*** Opening Records shown ***
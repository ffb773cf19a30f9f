/** The regional lead's users screen API: people, their roles and practices. */
import {
  Body,
  Controller,
  Delete,
  Get,
  HttpCode,
  Inject,
  Param,
  ParseIntPipe,
  Patch,
  Post,
  Put,
  Query,
} from '@nestjs/common';
import { ApiCreatedResponse, ApiOkResponse, ApiOperation, ApiTags } from '@nestjs/swagger';
import { type Actor, CurrentActor } from '../auth/actor.js';
import { PracticeScoped, Roles } from '../auth/decorators.js';
import {
  CreateUserDto,
  ListUsersQuery,
  UpdateUserDto,
  UserDto,
  UserListDto,
  UserOptionsDto,
} from './dto/user.dto.js';
import { UsersService } from './users.service.js';
import { ApiProblems } from '../common/problem.dto.js';

@ApiProblems()
@ApiTags('users')
@Controller('users')
@Roles('regional_lead')
export class UsersController {
  constructor(@Inject(UsersService) private readonly users: UsersService) {}

  @Get()
  @ApiOperation({
    summary: "The region's people, filtered by search text, role, status or practice",
  })
  @ApiOkResponse({ type: UserListDto })
  list(@CurrentActor() actor: Actor, @Query() query: ListUsersQuery): Promise<UserListDto> {
    return this.users.list(actor.regionId, query);
  }

  @Get('options')
  @ApiOperation({ summary: 'What the users screen offers: the practices that can be assigned' })
  @ApiOkResponse({ type: UserOptionsDto })
  options(@CurrentActor() actor: Actor): Promise<UserOptionsDto> {
    return this.users.options(actor.regionId);
  }

  @Get(':userId')
  @ApiOkResponse({ type: UserDto })
  get(
    @CurrentActor() actor: Actor,
    @Param('userId', ParseIntPipe) userId: number,
  ): Promise<UserDto> {
    return this.users.get(actor.regionId, userId);
  }

  @Post()
  @ApiOperation({ summary: 'Adds a person who may then sign in' })
  @ApiCreatedResponse({ type: UserDto })
  create(@CurrentActor() actor: Actor, @Body() dto: CreateUserDto): Promise<UserDto> {
    return this.users.create(dto, actor);
  }

  @Patch(':userId')
  @ApiOperation({
    summary:
      "Renames a person or changes their role (a practice lead's practices go with the old role)",
  })
  @ApiOkResponse({ type: UserDto })
  update(
    @CurrentActor() actor: Actor,
    @Param('userId', ParseIntPipe) userId: number,
    @Body() dto: UpdateUserDto,
  ): Promise<UserDto> {
    return this.users.update(userId, dto, actor);
  }

  @Put(':userId/practices/:practiceId')
  @PracticeScoped('practiceId')
  @ApiOperation({ summary: 'Makes a practice lead a lead of one more practice' })
  @ApiOkResponse({ type: UserDto })
  assign(
    @CurrentActor() actor: Actor,
    @Param('userId', ParseIntPipe) userId: number,
    @Param('practiceId', ParseIntPipe) practiceId: number,
  ): Promise<UserDto> {
    return this.users.assignPractice(userId, practiceId, actor);
  }

  @Delete(':userId/practices/:practiceId')
  @PracticeScoped('practiceId')
  @ApiOperation({ summary: 'Removes a practice from a practice lead' })
  @ApiOkResponse({ type: UserDto })
  remove(
    @CurrentActor() actor: Actor,
    @Param('userId', ParseIntPipe) userId: number,
    @Param('practiceId', ParseIntPipe) practiceId: number,
  ): Promise<UserDto> {
    return this.users.removePractice(userId, practiceId, actor);
  }

  @Post(':userId/deactivate')
  @HttpCode(200)
  @ApiOperation({ summary: 'Deactivates a person: their sessions end and they cannot sign in' })
  @ApiOkResponse({ type: UserDto })
  deactivate(
    @CurrentActor() actor: Actor,
    @Param('userId', ParseIntPipe) userId: number,
  ): Promise<UserDto> {
    return this.users.setStatus(userId, 'deactivated', actor);
  }

  @Post(':userId/reactivate')
  @HttpCode(200)
  @ApiOperation({ summary: 'Lets a deactivated person sign in again' })
  @ApiOkResponse({ type: UserDto })
  reactivate(
    @CurrentActor() actor: Actor,
    @Param('userId', ParseIntPipe) userId: number,
  ): Promise<UserDto> {
    return this.users.setStatus(userId, 'active', actor);
  }
}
*** Closing Records shown ***
▶ _Problem to solve_
Copy out every line of the listing that includes the string "ListUsersQuery".

▶ _Response area_
  ListUsersQuery,
  list(@CurrentActor() actor: Actor, @Query() query: ListUsersQuery): Promise<UserListDto> {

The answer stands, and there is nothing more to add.